▶ _Work instruction_
Retype, word for word, every line of the records below starting at the one that contains "const [notes, setNotes]" and ending at the one that contains "const found: Errors"; include both of those lines and nothing more.

▶ _Information shown_
════════

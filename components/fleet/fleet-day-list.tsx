import { useMemo } from 'react';
import { ScrollView, StyleSheet, View } from 'react-native';
import { Chip } from '@/components/ui/chip';
import { EmptyState } from '@/components/ui/states';
import { Heading } from '@/components/ui/text';
import { spacing } from '@/components/theme/tokens';
import type { Assignment } from '@/shared/schemas/fleet';
import { AssignmentCard } from './assignment-card';
import { addDays, dayKey, formatLongDay } from './fleet-time';
import { heldUntil } from './fleet-words';

/** The assignments that hold a vehicle at some time of `day` (local), soonest first. */
export function assignmentsOfDay(assignments: readonly Assignment[], day: Date, now: number): Assignment[] {
  const from = day.getTime();
  const to = addDays(day, 1).getTime();
  return assignments
    .filter((a) => a.status !== 'cancelled' && Date.parse(a.startsAt) < to && heldUntil(a, now) > from)
    .sort((x, y) => Date.parse(x.startsAt) - Date.parse(y.startsAt) || x.assetTag.localeCompare(y.assetTag));
}

/** The phone's plan: pick a day from the strip, then that day's assignments as cards. */
export function FleetDayList({
  assignments,
  from,
  days,
  day,
  onDay,
  conflicts,
  now,
}: {
  assignments: readonly Assignment[];
  from: Date;
  days: number;
  day: Date;
  onDay: (day: Date) => void;
  conflicts: ReadonlySet<string>;
  now: number;
}) {
  const strip = useMemo(() => Array.from({ length: days }, (_, i) => addDays(from, i)), [from, days]);
  const todayKey = dayKey(new Date(now));
  const chosenKey = dayKey(day);
  const items = assignmentsOfDay(assignments, day, now);

  return (
    <View style={styles.wrap} testID="fleet-day-list">
      <ScrollView horizontal showsHorizontalScrollIndicator={false} contentContainerStyle={styles.strip} role="radiogroup" aria-label="Day">
        {strip.map((d) => {
          const key = dayKey(d);
          const count = assignmentsOfDay(assignments, d, now).length;
          const label = `${d.toLocaleDateString('en-GB', { weekday: 'short', day: 'numeric' })}${key === todayKey ? ' (today)' : ''}`;
          return (
            <Chip
              key={key}
              kind="radio"
              label={label}
              accessibilityLabel={`${formatLongDay(d)}${key === todayKey ? ', today' : ''}: ${count === 1 ? '1 assignment' : `${count} assignments`}`}
              selected={key === chosenKey}
              onPress={() => onDay(d)}
              testID={`fleet-day-${key}`}
            />
          );
        })}
      </ScrollView>
      <Heading level={2} variant="heading" testID="fleet-day-title">
        {formatLongDay(day)}
        {chosenKey === todayKey ? ' (today)' : ''}
      </Heading>
      {items.length === 0 ? (
        <EmptyState title="Nothing booked on this day." message="Pick another day, or book a vehicle." testID="fleet-day-empty" />
      ) : (
        <View style={styles.cards} role="list">
          {items.map((a) => (
            <View key={a.id} role="listitem">
              <AssignmentCard assignment={a} conflicts={conflicts} />
            </View>
          ))}
        </View>
      )}
    </View>
  );
}

const styles = StyleSheet.create({
  wrap: {
    gap: spacing.md,
  },
  strip: {
    gap: spacing.xs,
    paddingVertical: spacing.xxs,
  },
  cards: {
    gap: spacing.sm,
  },
});
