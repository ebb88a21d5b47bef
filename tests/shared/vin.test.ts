import { checkVin, expectedCheckDigit, modelYearsFor, withCheckDigit } from '../../shared/domain/vin';
import { VinInputSchema } from '../../shared/schemas/assets';

// Values (49 CFR 565.15(c), Table III): A-H 1-8, J-N 1-5, P 7, R 9, S-Z 2-9; digits are themselves.
// Weights (Table IV): 8 7 6 5 4 3 2 10 0 9 8 7 6 5 4 3 2. Check digit = sum mod 11, 10 written X.
//
// 1G4AH59H45G118341, recomputed by hand:
//   values   1 7 4 1 8 5 9 8 - 5 7 1 1 8 3 4 1
//   products 8 49 24 5 32 15 18 80 0 45 56 7 6 40 12 12 2 = 411; 411 = 37 x 11 + 4 -> check digit 4.
// 1M8GDM9AXKP042788, recomputed by hand:
//   values   1 4 8 7 4 4 9 1 - 2 7 0 4 2 7 8 8
//   products 8 28 48 35 16 12 18 10 0 18 56 0 24 10 28 24 16 = 351; 351 = 31 x 11 + 10 -> X.
// 1FTDX186XWKA10140, recomputed by hand:
//   values   1 6 3 4 7 1 8 6 - 6 2 1 1 0 1 4 0
//   products 8 42 18 20 28 3 16 60 0 54 16 7 6 0 4 12 0 = 294; 294 = 26 x 11 + 8 -> 8, but the VIN carries X.
describe('VIN check digit (49 CFR 565.15(c); worked examples in shared REFERENCES.md)', () => {
  it.each([
    ['1G4AH59H45G118341', '4', true, '49 CFR 565.15(c), the regulation\'s own sample'],
    ['1M8GDM9AXKP042788', 'X', true, 'REFERENCES.md, a remainder of 10 written X'],
    ['1FTDX186XWKA10140', '8', false, 'REFERENCES.md, invalid: the digit should be 8'],
  ])('when %s is checked, then the expected check digit is %s (valid: %s; source: %s)', (vin, expected, valid) => {
    const result = checkVin(vin);
    expect(result.wellFormed).toBe(true);
    expect(result.expectedCheckDigit).toBe(expected);
    expect(result.checkDigitValid).toBe(valid);
    expect(result.problems).toEqual([]);
    expect(expectedCheckDigit(vin)).toBe(expected);
  });

  it('when a check digit is put into an invented VIN, then the VIN checks valid (round trip of the same rule)', () => {
    const vin = withCheckDigit('0FWC3ED1_TB000123'.replace('_', '0'));
    expect(checkVin(vin).checkDigitValid).toBe(true);
  });
});

describe('malformed VINs are not well formed and say why (49 CFR 565.15; ISO 3779: 17 characters, no I, O, Q)', () => {
  it.each([
    ['16 characters', '1G4AH59H45G11834', /17 characters; this one has 16/],
    ['18 characters', '1G4AH59H45G1183410', /17 characters; this one has 18/],
    ['the letter I', '1G4AH59I45G118341', /I at position 8/],
    ['the letter O', 'OG4AH59H45G118341', /O at position 1/],
    ['the letter Q', '1G4AH59H45G11834Q', /Q at position 17/],
    ['a dash', '1G4AH-9H45G118341', /"-" at position 6/],
    ['lower case (the input schema upper-cases first)', '1g4ah59h45g118341', /capital letters and digits/],
  ])('when a VIN has %s, then wellFormed is false and the problem is named', (_label, vin, problem) => {
    const result = checkVin(vin);
    expect(result.wellFormed).toBe(false);
    expect(result.checkDigitValid).toBe(false);
    expect(result.expectedCheckDigit).toBeNull();
    expect(result.problems.join(' ')).toMatch(problem);
  });

  it('when several things are wrong, then each is listed', () => {
    expect(checkVin('IOQ').problems).toHaveLength(2);
  });

  it('when a VIN is typed in lower case with spaces, then the input schema normalises it before the check', () => {
    const typed = VinInputSchema.parse(' 1g4ah59h4 5g118341 ');
    expect(typed).toBe('1G4AH59H45G118341');
    expect(checkVin(typed).checkDigitValid).toBe(true);
  });
});

describe('model year from position 10 (49 CFR 565.15 model-year table, as summarised in REFERENCES.md)', () => {
  it.each([
    ['A', [1980, 2010]],
    ['H', [1987, 2017]],
    ['J', [1988, 2018]],
    ['P', [1993, 2023]],
    ['Y', [2000, 2030]],
    ['1', [2001, 2031]],
    ['5', [2005, 2035]],
    ['9', [2009, 2039]],
    ['T', [1996, 2026]],
  ])('when the code is %s, then the model years are %j', (code, years) => {
    expect(modelYearsFor(code)).toEqual(years);
  });

  it.each(['I', 'O', 'Q', 'U', 'Z', '0'])('when the code is %s (not used), then no model year is given', (code) => {
    expect(modelYearsFor(code)).toEqual([]);
  });

  it('when a whole VIN is checked, then its position-10 code gives the years (1G4AH59H45G118341: 5 -> 2005 or 2035)', () => {
    expect(checkVin('1G4AH59H45G118341').modelYears).toEqual([2005, 2035]);
  });
});

describe('sections (ISO 3779: WMI 1-3, VDS 4-9, VIS 10-17)', () => {
  it.each([
    ['1G4AH59H45G118341', { wmi: '1G4', vds: 'AH59H4', vis: '5G118341' }],
    ['1M8GDM9AXKP042788', { wmi: '1M8', vds: 'GDM9AX', vis: 'KP042788' }],
  ])('when %s is split, then the sections are %j', (vin, sections) => {
    expect(checkVin(vin).sections).toEqual(sections);
  });
});
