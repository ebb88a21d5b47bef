import { campaignProgress, currentStep, projectedFinish, type ProgressStep } from '../../shared/domain/campaign';

const step = (id: string, plan: { h?: number; km?: number }, done: { h?: number; km?: number } = {}): ProgressStep => ({
  id,
  name: `Step ${id}`,
  durationHours: plan.h ?? null,
  distanceKm: plan.km ?? null,
  doneHours: done.h ?? 0,
  doneKm: done.km ?? 0,
});

// The demo's climate sequence: 12 + 2 + 48 + 8 + 4 = 74 h planned; 12 + 2 + 30 = 44 h done.
const climate = [step('soak', { h: 12 }, { h: 12 }), step('ramp', { h: 2 }, { h: 2 }), step('damp', { h: 48 }, { h: 30 }), step('cold', { h: 8 }), step('recovery', { h: 4 })];

describe('campaignProgress', () => {
  it('when a climate run has 44 of 74 hours done, then progress is 44/74 in hours', () => {
    expect(campaignProgress('climate', climate)).toEqual({ unit: 'hours', done: 44, planned: 74, fraction: 0.595, complete: false });
  });

  it('when a durability route counts km, then hours are ignored and km count', () => {
    const route = [step('city', { km: 4000, h: 100 }, { km: 4000, h: 90 }), step('motorway', { km: 10000 }, { km: 5400 }), step('pass', { km: 6000 })];
    expect(campaignProgress('durability', route)).toEqual({ unit: 'km', done: 9400, planned: 20000, fraction: 0.47, complete: false });
  });

  it('when a step ran over its plan, then the extra does not count for the steps still to run', () => {
    const over = [step('a', { h: 10 }, { h: 25 }), step('b', { h: 10 })];
    expect(campaignProgress('climate', over)).toMatchObject({ done: 10, planned: 20, fraction: 0.5, complete: false });
  });

  it('when every step is done, then it is complete at fraction 1', () => {
    expect(campaignProgress('climate', [step('a', { h: 3 }, { h: 3 }), step('b', { h: 0.5 }, { h: 0.5 })])).toMatchObject({ fraction: 1, complete: true });
  });

  it('when fractions of hours add up, then float dust is rounded away', () => {
    const tenths = [step('a', { h: 0.3 }, { h: 0.1 + 0.2 })];
    expect(campaignProgress('climate', tenths)).toMatchObject({ done: 0.3, complete: true });
  });
});

describe('currentStep', () => {
  it('when the first steps are done, then the first unfinished one is running', () => {
    expect(currentStep('climate', climate)).toEqual({ id: 'damp', name: 'Step damp', index: 2 });
  });

  it('when nothing is done yet, then the first step is current; when all are done, none is', () => {
    expect(currentStep('climate', [step('a', { h: 1 }), step('b', { h: 1 })])?.id).toBe('a');
    expect(currentStep('climate', [step('a', { h: 1 }, { h: 1 })])).toBeNull();
  });

  it('when an earlier step was left short and a later one done, then the short one is current (steps run in order)', () => {
    expect(currentStep('durability', [step('a', { km: 10 }, { km: 5 }), step('b', { km: 10 }, { km: 10 })])?.id).toBe('a');
  });
});

describe('projectedFinish', () => {
  const startedAt = '2026-12-01T00:00:00.000Z';

  it('when 44 of 74 hours took 46 hours of wall-clock time, then the remaining 30 hours take 30 x 46/44 = 31.36 hours more', () => {
    const asOf = new Date('2026-12-02T22:00:00.000Z'); // 46 h after the start
    const progress = campaignProgress('climate', climate);
    const finish = projectedFinish(progress, startedAt, asOf)!;
    const hoursLater = (new Date(finish).getTime() - asOf.getTime()) / 3_600_000;
    expect(hoursLater).toBeCloseTo((30 * 46) / 44, 6);
    expect(finish).toBe('2026-12-04T05:21:49.091Z');
  });

  it('when a route did 9,400 of 20,000 km in 21 days, then the rest takes 10,600 / (9,400 / 21) = 23.68 days', () => {
    const asOf = new Date('2026-12-22T00:00:00.000Z');
    const finish = projectedFinish({ done: 9400, planned: 20000, complete: false }, startedAt, asOf)!;
    expect((new Date(finish).getTime() - asOf.getTime()) / 86_400_000).toBeCloseTo((10600 * 21) / 9400, 6);
  });

  it('when it has not started, nothing is done, no time has passed or it is complete, then there is no projection', () => {
    const asOf = new Date('2026-12-02T00:00:00.000Z');
    expect(projectedFinish({ done: 5, planned: 10, complete: false }, null, asOf)).toBeNull();
    expect(projectedFinish({ done: 0, planned: 10, complete: false }, startedAt, asOf)).toBeNull();
    expect(projectedFinish({ done: 5, planned: 10, complete: false }, startedAt, new Date(startedAt))).toBeNull();
    expect(projectedFinish({ done: 10, planned: 10, complete: true }, startedAt, asOf)).toBeNull();
  });

  it('when the clock moves on without progress, then the projection slips (the rate is the rate so far)', () => {
    const progress = { done: 10, planned: 20, complete: false };
    const early = projectedFinish(progress, startedAt, new Date('2026-12-01T10:00:00.000Z'))!;
    const late = projectedFinish(progress, startedAt, new Date('2026-12-01T20:00:00.000Z'))!;
    expect(early).toBe('2026-12-01T20:00:00.000Z');
    expect(late).toBe('2026-12-02T16:00:00.000Z');
  });
});
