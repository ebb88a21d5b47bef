import { useId, useMemo, useState } from 'react';
import { StyleSheet, View } from 'react-native';
import { Button } from '@/components/ui/button';
import { Text } from '@/components/ui/text';
import { TextField } from '@/components/ui/text-field';
import { spacing } from '@/components/theme/tokens';
import { formatKm } from '@/components/assets/asset-words';
import { ASSET_STATUS_LABELS, type AssetSummary, type Stage } from '@/shared/schemas/assets';
import { ChoiceRow, type ChoiceBadge } from './choice-row';

/** More vehicles than this get a search field above the list. */
const SEARCH_FROM = 8;

export function vehicleBadges(vehicle: AssetSummary): ChoiceBadge[] {
  const out: ChoiceBadge[] = [];
  if (!vehicle.cleared) out.push({ label: 'Not cleared: do not take it', tone: 'danger' });
  if (vehicle.status === 'down' || vehicle.status === 'retired') out.push({ label: ASSET_STATUS_LABELS[vehicle.status], tone: 'danger' });
  return out;
}

/** The program's vehicles as a single choice, with stage, level needed, status and safety state. */
export function VehiclePicker({
  vehicles,
  stages,
  value,
  onChange,
  error,
  hideLabel = false,
  testID = 'book-asset',
}: {
  vehicles: readonly AssetSummary[];
  stages: readonly Stage[];
  value: string | null;
  onChange: (assetId: string) => void;
  error?: string;
  /** A heading above already says it; the label stays for screen readers. */
  hideLabel?: boolean;
  testID?: string;
}) {
  const labelId = `${useId().replace(/[^a-zA-Z0-9_-]/g, '')}-label`;
  const [search, setSearch] = useState('');
  // Once a vehicle is chosen the list folds to it, so the rest of the form is a short scroll away.
  const [browsing, setBrowsing] = useState(!value);
  const chosen = vehicles.find((v) => v.id === value);
  const levelOf = useMemo(() => new Map(stages.map((stage) => [stage.id, stage.minDriverLevel])), [stages]);
  const needle = search.trim().toLowerCase();
  const shown =
    !browsing && chosen
      ? [chosen]
      : needle
        ? vehicles.filter((v) => v.id === value || `${v.tag} ${v.stage} ${v.location}`.toLowerCase().includes(needle))
        : vehicles;

  return (
    <View style={styles.field}>
      <Text variant="label" nativeID={labelId} style={hideLabel ? styles.visuallyHidden : undefined}>
        Vehicle
      </Text>
      {(browsing || !chosen) && vehicles.length > SEARCH_FROM ? (
        <TextField
          label="Find a vehicle"
          value={search}
          onChangeText={setSearch}
          placeholder="Tag, stage or location"
          autoCapitalize="characters"
          autoCorrect={false}
          inputMode="search"
          testID={`${testID}-search`}
        />
      ) : null}
      <View role="radiogroup" aria-labelledby={labelId} testID={testID} style={styles.list}>
        {shown.map((vehicle) => {
          const level = levelOf.get(vehicle.stageId);
          return (
            <ChoiceRow
              key={vehicle.id}
              title={vehicle.tag}
              subtitle={[
                vehicle.stage,
                level ? `needs level ${level}` : null,
                ASSET_STATUS_LABELS[vehicle.status],
                formatKm(vehicle.odometerKm),
              ]
                .filter(Boolean)
                .join(' · ')}
              badges={vehicleBadges(vehicle)}
              selected={vehicle.id === value}
              onPress={() => {
                onChange(vehicle.id);
                setBrowsing(false);
              }}
              testID={`${testID}-${vehicle.id}`}
            />
          );
        })}
        {shown.length === 0 ? <Text tone="muted">No vehicle matches “{search.trim()}”.</Text> : null}
      </View>
      {!browsing && chosen ? (
        <Button label="Choose another vehicle" variant="secondary" compact onPress={() => setBrowsing(true)} testID={`${testID}-change`} />
      ) : null}
      {error ? (
        <Text variant="caption" tone="danger" aria-live="polite" testID={`${testID}-error`}>
          {error}
        </Text>
      ) : null}
    </View>
  );
}

const styles = StyleSheet.create({
  field: {
    gap: spacing.sm,
    alignSelf: 'stretch',
  },
  list: {
    gap: spacing.xs,
  },
  visuallyHidden: {
    position: 'absolute',
    width: 1,
    height: 1,
    overflow: 'hidden',
    opacity: 0,
  },
});
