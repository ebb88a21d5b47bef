import { useState } from 'react';
import { StyleSheet, View } from 'react-native';
import { formatDate } from '@/components/assets/asset-words';
import { Button } from '@/components/ui/button';
import { Card } from '@/components/ui/card';
import { Checkbox } from '@/components/ui/checkbox';
import { Badge } from '@/components/ui/chip';
import { Screen } from '@/components/ui/screen';
import { Select } from '@/components/ui/select';
import { EmptyState, ErrorState, LoadingState, Notice } from '@/components/ui/states';
import { Heading, Text } from '@/components/ui/text';
import { TextField } from '@/components/ui/text-field';
import { TextLink } from '@/components/ui/text-link';
import { spacing } from '@/components/theme/tokens';
import { fieldErrors } from '@/hooks/api/api-client';
import { driverConflictCurrent, useDriversQuery, useUpdateDriverMutation } from '@/hooks/queries/fleet';
import { useStagesQuery } from '@/hooks/queries/stages';
import { useBreakpoints } from '@/hooks/use-breakpoints';
import { useSession } from '@/hooks/use-session';
import { ROLE_LABELS } from '@/shared/schemas/auth';
import { DRIVING_LEVELS, DRIVING_LEVEL_LABELS, LICENCE_WARNING_DAYS, type DriverProfile } from '@/shared/schemas/fleet';
import { FleetHeader } from './fleet-header';
import { parseDay } from './fleet-time';
import { fleetErrorMessage, isFleetManager, licenceFlag } from './fleet-words';

/** Flagged licences first (expired, then expiring soon), then by name. */
function rosterOrder(a: DriverProfile, b: DriverProfile): number {
  const rank = (d: DriverProfile) => (d.licenceExpired || !d.licenceExpiry ? 0 : d.licenceExpiresSoon ? 1 : 2);
  return rank(a) - rank(b) || a.name.localeCompare(b.name);
}

export function DriversScreen() {
  const { user, currentProgramId } = useSession();
  const manager = isFleetManager(user?.role);
  const [everyone, setEveryone] = useState(false);
  const drivers = useDriversQuery(currentProgramId, { all: everyone });
  const [editing, setEditing] = useState<string | null>(null);
  const [notice, setNotice] = useState<string | null>(null);
  const { isWide } = useBreakpoints();
  const items = [...(drivers.data ?? [])].sort(rosterOrder);
  const expiring = items.filter((d) => d.licenceExpiresSoon).length;
  const expired = items.filter((d) => d.licenceExpired).length;

  return (
    <Screen testID="fleet-drivers">
      <FleetHeader title="Drivers" />
      <Text tone="muted">
        Prototype driving level, high-voltage awareness and licence of each person who drives. Licences that end within {LICENCE_WARNING_DAYS} days are flagged.
      </Text>
      <StageLevels />
      <Checkbox
        label="Show everyone in the program"
        description="Not only drivers and people with a driving profile."
        checked={everyone}
        onChange={setEveryone}
        testID="drivers-everyone"
      />
      {notice ? <Notice tone="success" message={notice} testID="drivers-notice" /> : null}
      {!currentProgramId ? (
        <Notice message="Join a program to see its drivers." />
      ) : drivers.isPending ? (
        <LoadingState label="Loading drivers…" />
      ) : drivers.isError ? (
        <ErrorState message={fleetErrorMessage(drivers.error)} onRetry={() => void drivers.refetch()} retrying={drivers.isFetching} />
      ) : items.length === 0 ? (
        <EmptyState title="No drivers yet." message="People with the driver role show here; others once they have a driving profile." />
      ) : (
        <>
          <Text variant="caption" tone="muted" testID="drivers-summary">
            {items.length === 1 ? '1 person' : `${items.length} people`}
            {expired ? ` · ${expired} licence${expired === 1 ? '' : 's'} expired` : ''}
            {expiring ? ` · ${expiring} expiring soon` : ''}
          </Text>
          <View style={[styles.list, isWide && styles.grid]} role="list">
            {items.map((driver) =>
              editing === driver.userId ? (
                <View key={driver.userId} role="listitem" style={isWide ? styles.gridItemWide : undefined}>
                  <DriverForm
                    driver={driver}
                    onDone={(message) => {
                      setEditing(null);
                      setNotice(message);
                    }}
                  />
                </View>
              ) : (
                <View key={driver.userId} role="listitem" style={isWide ? styles.gridItem : undefined}>
                  <DriverCard
                    driver={driver}
                    onEdit={
                      manager
                        ? () => {
                            setNotice(null);
                            setEditing(driver.userId);
                          }
                        : undefined
                    }
                  />
                </View>
              ),
            )}
          </View>
        </>
      )}
    </Screen>
  );
}

/** The level each stage needs; a lead sets it on the stages page. */
function StageLevels() {
  const { user, currentProgramId } = useSession();
  const stages = useStagesQuery(currentProgramId);
  const live = (stages.data ?? []).filter((s) => !s.retired);
  if (!live.length) return null;
  return (
    <Card tone="muted" testID="stage-levels">
      <Text variant="label">Driving level each stage needs</Text>
      <Text>{live.map((s) => `${s.name}: ${s.minDriverLevel === 0 ? 'none' : s.minDriverLevel}`).join(' · ')}</Text>
      {user?.role === 'lead' ? <TextLink href="/stages" label="Change on the stages page" /> : null}
    </Card>
  );
}

function DriverCard({ driver, onEdit }: { driver: DriverProfile; onEdit?: () => void }) {
  const flag = licenceFlag(driver);
  return (
    <Card testID={`driver-${driver.userId}`}>
      <View style={styles.cardTop}>
        <View style={styles.flex}>
          <Text variant="bodyStrong">{driver.name}</Text>
          <Text variant="caption" tone="muted">
            {ROLE_LABELS[driver.role]}
            {driver.hasProfile ? '' : ' · no driving profile yet'}
          </Text>
        </View>
        {onEdit ? <Button label="Edit" variant="secondary" compact accessibilityLabel={`Edit ${driver.name}`} onPress={onEdit} testID={`driver-edit-${driver.userId}`} /> : null}
      </View>
      <View style={styles.badges}>
        <Badge label={DRIVING_LEVEL_LABELS[driver.drivingLevel] ?? `Level ${driver.drivingLevel}`} tone="primary" />
        <Badge label={driver.hvAwareness ? `HV awareness${driver.hvAwarenessDate ? ` since ${formatDate(driver.hvAwarenessDate)}` : ''}` : 'No HV awareness'} tone={driver.hvAwareness ? 'success' : 'neutral'} />
        {flag ? <Badge label={flag.label} tone={flag.tone} testID={`driver-flag-${driver.userId}`} /> : null}
      </View>
      <Text variant="caption">Licence valid to {driver.licenceExpiry ? formatDate(driver.licenceExpiry) : 'unknown'}</Text>
      {driver.notes ? (
        <Text variant="caption" tone="muted">
          {driver.notes}
        </Text>
      ) : null}
    </Card>
  );
}

type Errors = Partial<Record<'hvAwarenessDate' | 'licenceExpiry' | 'notes', string>>;

function DriverForm({ driver, onDone }: { driver: DriverProfile; onDone: (message: string | null) => void }) {
  const [level, setLevel] = useState(String(driver.drivingLevel));
  const [hv, setHv] = useState(driver.hvAwareness);
  const [hvDate, setHvDate] = useState(driver.hvAwarenessDate ?? '');
  const [licence, setLicence] = useState(driver.licenceExpiry ?? '');
  const [notes, setNotes] = useState(driver.notes);
  const [errors, setErrors] = useState<Errors>({});
  const [failure, setFailure] = useState<string | null>(null);
  const [version, setVersion] = useState(driver.version);
  const save = useUpdateDriverMutation();

  const submit = () => {
    setFailure(null);
    const found: Errors = {};
    if (hv && !parseDay(hvDate)) found.hvAwarenessDate = 'Give the date of the high-voltage awareness training, like 2026-03-14.';
    if (licence.trim() && !parseDay(licence)) found.licenceExpiry = 'Use a date like 2028-05-31.';
    setErrors(found);
    if (Object.keys(found).length) return;
    save.mutate(
      {
        userId: driver.userId,
        drivingLevel: Number(level),
        hvAwareness: hv,
        hvAwarenessDate: hv ? hvDate.trim() : null,
        licenceExpiry: licence.trim() || null,
        notes: notes.trim(),
        version,
      },
      {
        onSuccess: (saved) => onDone(`Saved ${saved.name}.`),
        onError: (error) => {
          const current = driverConflictCurrent(error);
          if (current) {
            setVersion(current.version);
            setFailure('Someone else changed this profile first. Their values are in the roster; press Save again to keep yours.');
            return;
          }
          const fields = fieldErrors(error);
          setErrors({ hvAwarenessDate: fields.hvAwarenessDate, licenceExpiry: fields.licenceExpiry, notes: fields.notes });
          if (!(fields.hvAwarenessDate || fields.licenceExpiry || fields.notes)) setFailure(fleetErrorMessage(error));
        },
      },
    );
  };

  return (
    <Card testID={`driver-form-${driver.userId}`}>
      <Heading level={2} variant="heading">
        {driver.name}
      </Heading>
      <Select
        label="Prototype driving level"
        options={DRIVING_LEVELS.map((l) => ({ value: String(l), label: DRIVING_LEVEL_LABELS[l] }))}
        value={level}
        onChange={setLevel}
        testID="driver-level"
      />
      <Checkbox label="High-voltage awareness training" checked={hv} onChange={setHv} testID="driver-hv" />
      {hv ? (
        <TextField
          label="Trained on"
          value={hvDate}
          onChangeText={setHvDate}
          placeholder="2026-03-14"
          inputMode="numeric"
          error={errors.hvAwarenessDate}
          hint="Year-month-day."
          testID="driver-hv-date"
        />
      ) : null}
      <TextField
        label="Driving licence valid to"
        value={licence}
        onChangeText={setLicence}
        placeholder="2028-05-31"
        inputMode="numeric"
        error={errors.licenceExpiry}
        hint={parseDay(licence) ? `Valid through ${formatDate(licence)}.` : 'Year-month-day; empty when not known (no bookings then).'}
        testID="driver-licence"
      />
      <TextField label="Notes" value={notes} onChangeText={setNotes} multiline error={errors.notes} testID="driver-notes" />
      {failure ? <Notice message={failure} testID="driver-error" /> : null}
      <View style={styles.buttons}>
        <Button label="Save" icon="check" loading={save.isPending} onPress={submit} testID="driver-save" />
        <Button label="Cancel" variant="ghost" onPress={() => onDone(null)} />
      </View>
    </Card>
  );
}

const styles = StyleSheet.create({
  list: {
    gap: spacing.sm,
  },
  grid: {
    flexDirection: 'row',
    flexWrap: 'wrap',
  },
  gridItem: {
    flexBasis: '48%',
    flexGrow: 1,
  },
  gridItemWide: {
    flexBasis: '100%',
  },
  cardTop: {
    flexDirection: 'row',
    alignItems: 'flex-start',
    gap: spacing.sm,
  },
  flex: {
    flex: 1,
    minWidth: 0,
  },
  badges: {
    flexDirection: 'row',
    flexWrap: 'wrap',
    gap: spacing.xs,
  },
  buttons: {
    flexDirection: 'row',
    flexWrap: 'wrap',
    gap: spacing.sm,
  },
});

════════

▶ _Answer to the problem_
  const [notes, setNotes] = useState(driver.notes);
  const [errors, setErrors] = useState<Errors>({});
  const [failure, setFailure] = useState<string | null>(null);
  const [version, setVersion] = useState(driver.version);
  const save = useUpdateDriverMutation();

  const submit = () => {
    setFailure(null);
    const found: Errors = {};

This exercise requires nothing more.